11 Social Media Mistakes: Are You Avoiding Them All?

Today's guest blogger is Chad Davis, Senior Director of Digital Media at the National Association of Home Builders, and, all told, Chad has developed and deployed a variety content and digital strategies for traditional broadcast media, the cause-oriented social network Planet Forward, the independent film Red Clay, the technology forecasting website TechCast Global and NAHB. The through-lines in Chad’s 20-year career are 'content' and 'technology.' After spending 15 years working his way up through various content positions at public media companies across the United States, he left his role as Director of Content at New Mexico PBS (KNME) in 2009 to explore the burgeoning field online social networking. With that as a new foundation he has lately been broadening his focus more generally to digital media strategy, communication and technology.
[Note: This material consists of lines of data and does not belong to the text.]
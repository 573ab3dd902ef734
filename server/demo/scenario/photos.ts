import type { Description, DrawnSpecies, FishDescription, Orientation, TrayDescription } from '../drawings';
import type { Ago, Key } from './shape';
import type { StrainCode } from './strains';

/** What is drawn for each strain. */
const SPECIES_OF = {
  MOIL: 'tropheus-moorii',
  LEMP: 'cyprichromis-leptosoma',
  MEUT: 'enantiopus-melanogenys',
  ESMI: 'maylandia-estherae',
  CALI: 'labidochromis-caeruleus',
  CATE: 'altolamprologus-calvus',
} as const satisfies Record<StrainCode, DrawnSpecies>;

/** As the fishroom's two phones take them: one is usually held upright, with its sensor turned. */
const WIDE = { w: 1280, h: 960 };

export type PhotoStory = {
  of: { thing: 'fish' | 'brood' | 'batch' | 'colony' | 'hold' | 'tank'; key: Key };
  on: Ago;
  caption: string | null;
  orientation?: Orientation;
  drawing: Description;
};

type Who = Pick<FishDescription, 'life' | 'individual' | 'lengthMm'> & Partial<FishDescription>;

const fish = (strain: StrainCode, setting: 'box' | 'tank', shot: string, who: Who): FishDescription => ({
  species: SPECIES_OF[strain],
  setting,
  pose: 'left',
  shot,
  size: WIDE,
  ...who,
});

export const tray = (
  strain: StrainCode,
  shot: string,
  what: Pick<TrayDescription, 'life' | 'count' | 'lengthMm'>,
): TrayDescription => ({
  species: SPECIES_OF[strain],
  setting: 'tray',
  shot,
  size: WIDE,
  ...what,
});

/** A young fish over the ruler; `spanMm` keeps the pictures of one brood at one scale. */
export const overRuler = (
  strain: StrainCode,
  shot: string,
  { lengthMm, spanMm }: { lengthMm: number; spanMm: number },
): FishDescription =>
  fish(strain, 'box', shot, { life: lengthMm < 20 ? 'fry' : 'juvenile', individual: shot, lengthMm, spanMm });

const holding = (
  handle: string,
  strain: StrainCode,
  on: Ago,
  lengthMm: number,
  more: Partial<PhotoStory> & Partial<FishDescription> = {},
): PhotoStory => {
  const { caption = null, orientation = 1, pose = 'left', setting = 'tank' } = more;
  return {
    of: { thing: 'hold', key: `hold:${handle}` },
    on,
    caption,
    orientation,
    drawing: fish(strain, setting, `hold ${handle}`, {
      life: 'female',
      individual: handle,
      lengthMm,
      holding: true,
      pose,
      companions: 1,
    }),
  };
};

const portrait = (
  code: string,
  strain: StrainCode,
  on: Ago,
  who: Partial<FishDescription> & { lengthMm: number },
): PhotoStory => ({
  of: { thing: 'fish', key: `fish:${code}` },
  on,
  caption: null,
  drawing: fish(strain, 'box', `portrait ${code} ${on}`, { life: 'male', individual: code, ...who }),
});

const colony = (
  code: string,
  strain: StrainCode,
  on: Ago,
  lengthMm: number,
  more: Partial<FishDescription> & { caption?: string } = {},
): PhotoStory => {
  const { caption = null, ...who } = more;
  return {
    of: { thing: 'colony', key: `colony:${code}` },
    on,
    caption,
    drawing: fish(strain, 'tank', `colony ${code} ${on}`, {
      life: 'male',
      individual: `${code} ${on}`,
      lengthMm,
      companions: 4,
      ...who,
    }),
  };
};

/** Pictures of grown fish, colonies, holds and tanks. Those of broods follow from their samples. */
export const PHOTOS: PhotoStory[] = [
  colony('MOIL-A', 'MOIL', -700, 96, { caption: 'Out of quarantine' }),
  colony('MOIL-A', 'MOIL', -180, 118, { pose: 'right', caption: 'The Ilangi colony' }),
  colony('LEMP-A', 'LEMP', -640, 98),
  colony('LEMP-B', 'LEMP', -235, 78, { life: 'female', pose: 'right' }),
  colony('MEUT-A', 'MEUT', -600, 122, { caption: 'MEUT-A01 over its crater' }),
  colony('ESMI-A', 'ESMI', -650, 104, { pose: 'three-quarter' }),
  colony('ESMI-B', 'ESMI', -210, 82, { life: 'female' }),
  colony('CALI-A', 'CALI', -620, 88, { pose: 'three-quarter' }),
  colony('CALI-A', 'CALI', -325, 92, { caption: 'Back in B3', pose: 'right' }),
  colony('CATE-A', 'CATE', -560, 124, { companions: 2 }),
  holding('m1', 'MOIL', -650, 100, { setting: 'box', orientation: 6 }),
  holding('m4', 'MOIL', -106, 108, { pose: 'right' }),
  holding('o1', 'MOIL', -9, 112, { caption: 'Day 15', orientation: 6 }),
  holding('o2', 'MOIL', -6, 106, { pose: 'right', caption: 'Will not be caught without driving the others' }),
  holding('o4', 'LEMP', -5, 84, { pose: 'right' }),
  holding('o7', 'ESMI', -6, 86),
  holding('c3', 'CALI', -128, 84, { setting: 'box' }),
  holding('e4', 'MEUT', -66, 118),
  portrait('MOIL-A02', 'MOIL', -700, { lengthMm: 112, spanMm: 150 }),
  portrait('MOIL-A04', 'MOIL', -700, { lengthMm: 104, spanMm: 150, pose: 'right' }),
  portrait('MOIL-A04', 'MOIL', -200, { lengthMm: 121, spanMm: 150, pose: 'right' }),
  portrait('MOIL-01', 'MOIL', -60, { lengthMm: 76, spanMm: 120, life: 'juvenile' }),
  portrait('LEMP-B05', 'LEMP', -290, { lengthMm: 74, spanMm: 120 }),
  portrait('ESMI-B09', 'ESMI', -245, { lengthMm: 92, spanMm: 120 }),
  portrait('ESMI-B13', 'ESMI', -150, { lengthMm: 70, spanMm: 120, pose: 'right' }),
  portrait('CATE-A01', 'CATE', -650, { lengthMm: 128, spanMm: 150 }),
  portrait('CALI-A01', 'CALI', -610, { lengthMm: 92, spanMm: 120, pose: 'right' }),
  portrait('MEUT-A02', 'MEUT', -228, { lengthMm: 138, spanMm: 180 }),
  {
    of: { thing: 'hold', key: 'hold:o6' },
    on: -3,
    caption: 'Before shell 4',
    drawing: fish('CATE', 'tank', 'hold o6', {
      life: 'male',
      individual: 'CATE-A01',
      lengthMm: 128,
      pose: 'right',
      companions: 1,
    }),
  },
  {
    of: { thing: 'tank', key: 'tank:R4' },
    on: -45,
    caption: 'New sand, three craters already',
    drawing: fish('MEUT', 'tank', 'tank R4', { life: 'male', individual: 'MEUT-A02', lengthMm: 140, companions: 5 }),
  },
  {
    of: { thing: 'brood', key: 'brood:f1' },
    on: -357,
    caption: 'The foreign fry, on its own',
    drawing: fish('CALI', 'box', 'foreign fry', { life: 'fry', individual: 'foreign', lengthMm: 14.5, spanMm: 32 }),
  },
  {
    of: { thing: 'brood', key: 'brood:e3' },
    on: -199,
    caption: 'Three that never developed',
    drawing: tray('MEUT', 'eggs e3', { life: 'eggs', count: 3, lengthMm: 3.6 }),
  },
];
He is particularly interested in the rising popularity of visual communication (especially among the Millennial generation) and the rising (though at this stage over-hyped) trend toward the Internet of Things.
When he’s not scanning, blogging or posting to social media, he enjoys reading about history, psychology, economics, foreign policy, and (especially) technology. And thinking about how these all intersect in the future is what excites him the most about this field.
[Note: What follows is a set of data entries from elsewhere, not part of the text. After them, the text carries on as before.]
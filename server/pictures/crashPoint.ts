export type CrashPoint = 'before-file' | 'mid-file' | 'after-file' | 'after-commit';

/** For the crash test only: dies as a pulled plug would, without a word, when the named point is reached. */
export function crashPoint(chosen: string | null | undefined) {
  return (point: CrashPoint): void => {
    if (point === chosen) process.kill(process.pid, 'SIGKILL');
  };
}
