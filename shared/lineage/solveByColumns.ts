import { type PairColumns, pairColumns } from './pairColumns';
import { OUTSIDE } from './parentOptions';
import type { Segregation } from './segregation';
import type { SortedPedigree } from './sortedPedigree';
import { type SparseColumns, sparseColumns } from './sparseColumns';

/**
 * F of every family in memory linear in the pedigree: families in order, the kinship of each possible pair read from the
 * column of the parent with most mates (Colleau 2002: an indirect product with A, no matrix).
 */
export function solveByColumns(sorted: SortedPedigree): Segregation {
  const segregation: Segregation = {
    sorted,
    self: new Float64Array(sorted.families),
    within: new Float64Array(sorted.families),
  };
  const columns = sparseColumns(segregation);
  const pairs = pairColumns(sorted, columns);
  for (let family = 0; family < sorted.families; family += 1) {
    segregation.self[family] = selfOf(segregation, pairs, family);
    segregation.within[family] = withinOf(segregation, columns, family);
  }
  return segregation;
}

function selfOf({ sorted, self }: Segregation, mates: PairColumns, family: number): number {
  const { pairs, familyOf, isDraw, outside } = sorted;
  const draw = isDraw[family] === 1;
  let sum = draw ? (outside[family] ?? 0) / 2 : 0;
  for (let at = pairs.start[family] ?? 0; at < (pairs.start[family + 1] ?? 0); at += 1) {
    const sire = pairs.sire[at] ?? OUTSIDE;
    const dam = draw ? sire : (pairs.dam[at] ?? OUTSIDE);
    if (sire === OUTSIDE || dam === OUTSIDE) continue;
    sum += (pairs.weight[at] ?? 0) * (sire === dam ? (self[familyOf[sire] ?? 0] ?? 0) : mates.kinshipOf(at));
  }
  return draw ? sum : (1 + sum) / 2;
}

function withinOf({ sorted, self }: Segregation, columns: SparseColumns, family: number): number {
  const { parents, familyOf } = sorted;
  const first = parents.start[family] ?? 0;
  const count = (parents.start[family + 1] ?? 0) - first;
  if (count === 0) return 0;
  const selfOfParent = (at: number) => self[familyOf[parents.node[at] ?? 0] ?? 0] ?? 0;
  if (count === 1) return (parents.share[first] ?? 0) ** 2 * selfOfParent(first);
  if (!isOnePair(sorted, family)) return columns.within(family);
  const inbreeding = 2 * (self[family] ?? 0) - 1;
  return (selfOfParent(first) + selfOfParent(first + 1)) / 4 + inbreeding / 2;
}

function isOnePair({ pairs, isDraw }: SortedPedigree, family: number): boolean {
  return isDraw[family] !== 1 && (pairs.start[family + 1] ?? 0) - (pairs.start[family] ?? 0) === 1;
}
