/** Files that are no photo, each sent as `fish.jpg`. */
export const notPictures: PictureCase[] = [
  { name: 'nothing but zeros', make: () => Buffer.alloc(5000), outcome: 'unsupported' },
  { name: 'one byte', make: () => Buffer.from([0xff]), outcome: 'unsupported' },
  { name: 'plain text', make: text('My best male, taken on Sunday'), outcome: 'unsupported' },
  { name: 'an SVG', make: text(SVG), outcome: 'unsupported' },
  { name: 'an SVG with an XML head', make: text(`<?xml version="1.0"?>${SVG}`), outcome: 'unsupported' },
  { name: 'an SVG behind a byte order mark', make: text(`\ufeff${SVG}`), outcome: 'unsupported' },
  { name: 'a packed SVG', make: () => gzipSync(SVG), outcome: 'unsupported' },
  { name: 'an SVG full of nested entities', make: text(entityBomb()), outcome: 'unsupported' },
  { name: 'a GIF', make: () => b.fourFields().gif().toBuffer(), outcome: 'unsupported' },
  { name: 'a TIFF', make: () => b.fourFields().tiff().toBuffer(), outcome: 'unsupported' },
  { name: 'a big-endian TIFF head', make: () => joined('MM\0*\0\0\0\x08', Buffer.alloc(500)), outcome: 'unsupported' },
  { name: 'a HEIC of a phone', make: () => mediaFile('heic', 'mif1', 'heic'), outcome: 'unsupported' },
  { name: 'a HEIC with the general brand first', make: () => mediaFile('mif1', 'heic'), outcome: 'unsupported' },
  { name: 'a HEIC burst', make: () => mediaFile('hevc', 'msf1'), outcome: 'unsupported' },
  { name: 'an MP4 film', make: () => mediaFile('isom', 'mp42'), outcome: 'unsupported' },
  { name: 'a QuickTime film', make: () => mediaFile('qt  '), outcome: 'unsupported' },
  { name: 'a PDF', make: text('%PDF-1.7\n1 0 obj <</Type/Catalog>> endobj\n%%EOF'), outcome: 'unsupported' },
  { name: 'a web page', make: text(`<!doctype html><title>x</title>${MARK}`), outcome: 'unsupported' },
  { name: 'a script', make: text('#!/bin/sh\nrm -rf "$HOME"\n'), outcome: 'unsupported' },
  { name: 'a program', make: () => joined('\x7fELF', Buffer.alloc(4000, 3)), outcome: 'unsupported' },
  { name: 'a ZIP', make: () => joined('PK\x03\x04', Buffer.alloc(4000, 1)), outcome: 'unsupported' },
  { name: 'a BMP', make: () => joined('BM', Buffer.alloc(4000, 9)), outcome: 'unsupported' },
  { name: 'an icon', make: () => joined('\0\0\x01\0\x01\0', Buffer.alloc(400)), outcome: 'unsupported' },
  { name: 'a PPM', make: () => joined('P6\n9 9\n255\n', Buffer.alloc(243, 8)), outcome: 'unsupported' },
  { name: 'a Photoshop file', make: () => joined('8BPS\0\x01', Buffer.alloc(400)), outcome: 'unsupported' },
  { name: 'PostScript', make: text('%!PS-Adobe-3.0 EPSF-3.0\n(x) show\n'), outcome: 'unsupported' },
  { name: 'a JPEG 2000', make: () => joined('\0\0\0\x0cjP  \r\n\x87\n', Buffer.alloc(900)), outcome: 'unsupported' },
  { name: 'a JPEG XL', make: () => joined('\xff\x0a', Buffer.alloc(900)), outcome: 'unsupported' },
  {
    name: 'a Radiance picture',
    make: text('#?RADIANCE\nFORMAT=32-bit_rle_rgbe\n\n-Y 9 +X 9\n'),
    outcome: 'unsupported',
  },
  { name: 'an OpenEXR', make: () => joined('\x76\x2f\x31\x01', Buffer.alloc(900)), outcome: 'unsupported' },
  { name: 'a FITS', make: text('SIMPLE  =                    T'.padEnd(2880)), outcome: 'unsupported' },
  { name: 'a table of numbers', make: text('1,2,3\n4,5,6\n7,8,9\n'), outcome: 'unsupported' },
  {
    name: 'a WAV in the container of WebP',
    make: () => joined('RIFF\x40\0\0\0WAVEfmt ', Buffer.alloc(90)),
    outcome: 'unsupported',
  },
];

function entityBomb(): string {
  const steps = Array.from({ length: 9 }, (_, i) => `<!ENTITY a${i + 1} "${`&a${i};`.repeat(10)}">`).join('');
  return `<!DOCTYPE svg [<!ENTITY a0 "fish">${steps}]><svg xmlns="http://www.w3.org/2000/svg"><text>&a9;</text></svg>`;
}

/** Whole pictures with something else inside or behind: the picture is kept, the rest is not. */
export const polyglots: PictureCase[] = [
  {
    name: 'a JPEG with a ZIP behind it',
    make: async () => joined(await jpeg(), 'PK\x03\x04', mark),
    outcome: 'stored',
  },
  {
    name: 'a JPEG with a page in its comment',
    make: async () => b.jpegWith(await jpeg(), b.jpegSegment(0xfe, mark)),
    outcome: 'stored',
  },
  {
    name: 'a JPEG with a PDF in its comment',
    make: async () => b.jpegWith(await jpeg(), b.jpegSegment(0xfe, joined('%PDF-1.7 ', mark))),
    outcome: 'stored',
  },
  { name: 'a PNG with a page behind it', make: async () => joined(await png(), `<html>${MARK}`), outcome: 'stored' },
  {
    name: 'a PNG with a script as text',
    make: async () => b.pngWith(await png(), b.pngChunk('tEXt', joined('Comment\0', mark))),
    outcome: 'stored',
  },
  {
    name: 'a PNG with a chunk of its own kind',
    make: async () => b.pngWith(await png(), b.pngChunk('kwXx', mark)),
    outcome: 'stored',
  },
  { name: 'a WebP with a script behind it', make: async () => joined(await webp(), mark), outcome: 'harmless' },
  { name: 'an AVIF with a page behind it', make: async () => joined(await avif(), mark), outcome: 'harmless' },
  { name: 'two JPEGs in one file', make: async () => joined(await jpeg(), await jpeg(), mark), outcome: 'stored' },
  {
    name: 'a page with a JPEG behind it',
    make: async () => joined(`<html>${MARK}`, await jpeg()),
    outcome: 'unsupported',
  },
  { name: 'a GIF head before a JPEG', make: async () => joined('GIF89a', await jpeg()), outcome: 'unsupported' },
  {
    name: 'a PDF with a JPEG inside',
    make: async () => joined('%PDF-1.7\nstream\n', await jpeg()),
    outcome: 'unsupported',
  },
  { name: 'a line break before a PNG', make: async () => joined('\n', await png()), outcome: 'unsupported' },
  { name: 'the head of a PNG before a JPEG', make: async () => joined(b.PNG_START, await jpeg()), outcome: 'invalid' },
  {
    name: 'the head of a JPEG before a PNG',
    make: async () => joined('\xff\xd8\xff', await png()),
    outcome: 'invalid',
  },
];

const oneBitText = (bytes: number) => deflateSync(Buffer.alloc(bytes), { level: 9 });

/** Small files that unpack to something enormous. */
export const bombs: PictureCase[] = [
  { name: 'a PNG of 268 million pixels', make: () => b.blackPng(16_384, 16_384), outcome: 'too-large' },
  { name: 'a PNG just over 60 million pixels', make: () => b.blackPng(7_747, 7_747), outcome: 'too-large' },
  { name: 'a PNG just under 60 million pixels', make: () => b.blackPng(7_740, 7_740), outcome: 'stored' },
  {
    name: 'a PNG that claims two billion a side',
    make: () => b.pngOf(b.pngHeader(2 ** 31 - 1, 2 ** 31 - 1), b.pngChunk('IDAT', oneBitText(100))),
    outcome: 'harmless',
  },
  { name: 'a PNG of one endless line', make: () => b.blackPng(59_000_000, 1), outcome: 'too-large' },
  {
    name: 'a PNG with a colour profile of 90 MB',
    make: async () => b.pngWith(await png(), b.pngChunk('iCCP', joined('p\0\0', oneBitText(90_000_000)))),
    outcome: 'harmless',
  },
  {
    name: 'a PNG with 20 packed texts of 20 MB',
    make: async () =>
      b.pngWith(
        await png(),
        ...Array.from({ length: 20 }, () => b.pngChunk('zTXt', joined('k\0\0', oneBitText(20_000_000)))),
      ),
    outcome: 'harmless',
  },
  {
    name: 'a PNG with 50,000 small texts',
    make: async () =>
      b.pngWith(await png(), ...Array.from({ length: 50_000 }, (_, i) => b.pngChunk('tEXt', joined(`k${i}\0v`)))),
    outcome: 'harmless',
  },
  {
    name: 'a PNG with more pixels than its header says',
    make: () => b.pngOf(b.pngHeader(10, 10, 8, 0), b.pngChunk('IDAT', oneBitText(200_000_000))),
    outcome: 'harmless',
  },
  {
    name: 'a JPEG that claims 65,500 a side',
    make: async () => b.jpegClaiming(await jpeg(), 65_500, 65_500),
    outcome: 'too-large',
  },
  {
    name: 'a JPEG that claims more lines than it has',
    make: async () => b.jpegClaiming(await jpeg(), 96, 60_000),
    outcome: 'harmless',
  },
  { name: 'a JPEG of 500 scans', make: manyScans, outcome: 'harmless' },
  { name: 'a WebP of 268 million pixels in 38 bytes', make: () => blueWebp(16_383), outcome: 'too-large' },
  { name: 'a WebP of 59 million pixels in 38 bytes', make: () => blueWebp(7_700), outcome: 'stored' },
  {
    name: 'a progressive JPEG of 59 million pixels',
    make: () => b.plain(7_700, 7_700).jpeg({ progressive: true }).toBuffer(),
    outcome: 'stored',
  },
  {
    name: 'a progressive JPEG of 59 million pixels in full colour',
    make: async () =>
      b.jpegClaiming(
        await b.plain(64, 64).jpeg({ progressive: true, chromaSubsampling: '4:4:4' }).toBuffer(),
        7_700,
        7_700,
      ),
    outcome: 'too-large',
  },
  {
    name: 'an interlaced PNG of 59 million pixels of 64 bits',
    make: () => b.pngOf(b.pngHeader(7_700, 7_700, 16, 6, 1), b.pngChunk('IDAT', oneBitText(1000))),
    outcome: 'too-large',
  },
  {
    name: 'an interlaced PNG of 40 million pixels that lies on its side',
    make: async () =>
      b.pngWith(
        await b.plain(8_000, 5_000).png({ progressive: true }).toBuffer(),
        b.pngChunk('eXIf', b.exifBlock([b.orientationTag(6)]).subarray(6)),
      ),
    outcome: 'stored',
  },

  {
    name: 'an AVIF of 17 million pixels',
    make: () => b.plain(4_250, 4_000).avif({ effort: 0, quality: 1 }).toBuffer(),
    outcome: 'too-large',
  },
  { name: 'a WebP of 400 frames', make: manyFrames, outcome: 'stored' },
];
 11 Social Media Mistakes: Are You Avoiding Them All? 
by Chad Davis
Chad Davis
 In the early days of social media, brands explored the bounds of what consumers would tolerate in interacting with a company online. What emerged was a set of best practices grounded in user engagement. Although social media platforms are constantly evolving, we can now see that there are some fundamental guidelines that brands should adhere to when adding social media to their marketing mix. Below are 11 of the most common mistakes that companies involved with social media make. Any one of them may not be a fatal flaw, but in combination they begin to magnify each other.
Avoiding Social Media Because It’s Too Hard Humans are social creatures, so the best rule of thumb for launching your company into social media is to be human. Don’t let the fear of the unknown keep you from exploring these opportunities. If you are judicious and deliberate in your approach, it needn’t be harder than any other marketing challenge. That’s not to say that it doesn’t require work and that there aren’t some key concepts to master, but social media isn’t calculus or microeconomics.
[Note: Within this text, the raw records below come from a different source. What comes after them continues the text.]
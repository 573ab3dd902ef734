import type { Thing } from '../../shared/search/contract';
import type { Named } from '../../shared/search/rank';
import { LIBRARY } from '../../shared/species/library';
import type { Scope } from '../scope';
import { fishNamed } from './fishNamed';
import { ordersNamed, sheetsNamed } from './papersNamed';

/** All of a kind, or those asked for, with the words by which they are found. */
export type Source = (scope: Scope, nameOf: (speciesId: string) => string, ids?: string[]) => Promise<Named[]>;

const tanksNamed: Source = async ({ db, roomId }, _nameOf, ids) => {
  let query = db.selectFrom('tank').where('roomId', '=', roomId).select(['id', 'code', 'place', 'retiredOn']);
  if (ids) query = query.where('id', 'in', ids);
  const rows = await query.execute();
  return rows.map(({ id, code, place, retiredOn }) => ({
    thing: 'tank',
    id,
    code,
    name: place,
    gone: retiredOn !== null,
  }));
};

const strainsNamed: Source = async ({ db, roomId }, nameOf, ids) => {
  let query = db
    .selectFrom('strain')
    .where('roomId', '=', roomId)
    .select(['id', 'code', 'speciesId', 'scientificName', 'tradeName', 'synonyms', 'locality', 'retiredOn']);
  if (ids) query = query.where('id', 'in', ids);
  const rows = await query.execute();
  return rows.map(({ id, code, speciesId, scientificName, tradeName, synonyms, locality, retiredOn }) => ({
    thing: 'strain',
    id,
    code,
    name: [scientificName ?? nameOf(speciesId), locality].filter(Boolean).join(' '),
    gone: retiredOn !== null,
    also: [tradeName, synonyms],
  }));
};

const coloniesNamed: Source = async ({ db, roomId }, nameOf, ids) => {
  let query = db
    .selectFrom('colony')
    .innerJoin('strain', (join) =>
      join.onRef('strain.roomId', '=', 'colony.roomId').onRef('strain.id', '=', 'colony.strainId'),
    )
    .where('colony.roomId', '=', roomId)
    .select(['colony.id', 'colony.code', 'endedOn', 'speciesId', 'scientificName', 'locality']);
  if (ids) query = query.where('colony.id', 'in', ids);
  const rows = await query.execute();
  return rows.map(({ id, code, endedOn, speciesId, scientificName, locality }) => ({
    thing: 'colony',
    id,
    code,
    name: [scientificName ?? nameOf(speciesId), locality].filter(Boolean).join(' '),
    gone: endedOn !== null,
  }));
};

const broodsNamed: Source = async ({ db, roomId }, nameOf, ids) => {
  let query = db
    .selectFrom('brood')
    .leftJoin('strain', (join) =>
      join.onRef('strain.roomId', '=', 'brood.roomId').onRef('strain.id', '=', 'brood.strainId'),
    )
    .where('brood.roomId', '=', roomId)
    .select(['brood.id', 'brood.code', 'speciesId', 'scientificName', 'locality']);
  if (ids) query = query.where('brood.id', 'in', ids);
  const rows = await query.execute();
  return rows.map(({ id, code, speciesId, scientificName, locality }) => ({
    thing: 'brood',
    id,
    code,
    name: speciesId ? [scientificName ?? nameOf(speciesId), locality].filter(Boolean).join(' ') : 'possible hybrid',
    gone: false,
  }));
};

/** The library's and the fishroom's own. */
const speciesNamed: Source = async ({ db, roomId }, nameOf, ids) => {
  const own = await db
    .selectFrom('speciesOverride')
    .where('roomId', '=', roomId)
    .where('own', '=', 1)
    .select('id')
    .execute();
  const all = [
    ...LIBRARY.map(({ id, commonNames }) => ({ id, also: commonNames?.value ?? [] })),
    ...own.map(({ id }) => ({ id, also: [] })),
  ];
  return all
    .filter(({ id }) => !ids || ids.includes(id))
    .map(({ id, also }) => ({ thing: 'species', id, code: nameOf(id), name: null, gone: false, also: [...also] }));
};

export const SOURCES: Record<Thing, Source> = {
  tank: tanksNamed,
  colony: coloniesNamed,
  brood: broodsNamed,
  fish: fishNamed,
  strain: strainsNamed,
  order: ordersNamed,
  sheet: sheetsNamed,
  species: speciesNamed,
};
Not Knowing Where You Brand is Online
Most people assume that if they have not started any social media accounts for their brand, that none exist. But LinkedIn and Yelp are two examples of platforms that may have your business listed – even if you never listed it yourself. Does your company have a Wikipedia entry? Did LinkedIn create a page for your company? Have people pinned anything from your website? When kicking off your social media strategy (and periodically thereafter) scan and see where your brand lives online.
(Pro Tip: type http://pinterest.com/source/[your website’s URL] into your browser’s address bar to discover images from your website on Pinterest.)
Thinking Social Media Can Replace Your Website or Blog
Social media platforms can change the rules of their game at any time. What works for you today may not work for you tomorrow, and when you put all of your marketing focus on a platform you don’t ultimately control, bad things can happen. Instead, opt for a hub and spoke model. That hub should be a platform over which you have almost total control (i.e., your website or blog), and your social media channels should be the tools to drive traffic (and hopefully customers) to your site.
Not Having Goals for Your Social Media
While the measure for success for social media may be different than for other marketing strategies, you should still have SMART (specific, measurable, achievable, relevant, time-bound) goals for your social media. These goals should be an extension of your overarching marketing plan, your company’s strategic plan, or, at the very least, an extension of your business goals.
Not Measuring Your Progress 
Once you have those goals, it’s crucial that you measure your progress toward them. Most social media platforms have some form of analytics and you should take advantage of those to determine if your posts are helping you meet your goals. Also, Google Analytics recently expanded its social media tracking capabilities. Make sure to take full advantage of all this service offers.
Giving Up Too Soon
As anyone who has ever moved knows, establishing yourself in a new community takes time. And what takes the most time is building trust. The same is true online. The rule of thumb is that it takes at least 18 months for a social media strategy to deliver consistent results. In part, this is because social media is a numbers game and it takes time to build up a rich network of followers on any platform.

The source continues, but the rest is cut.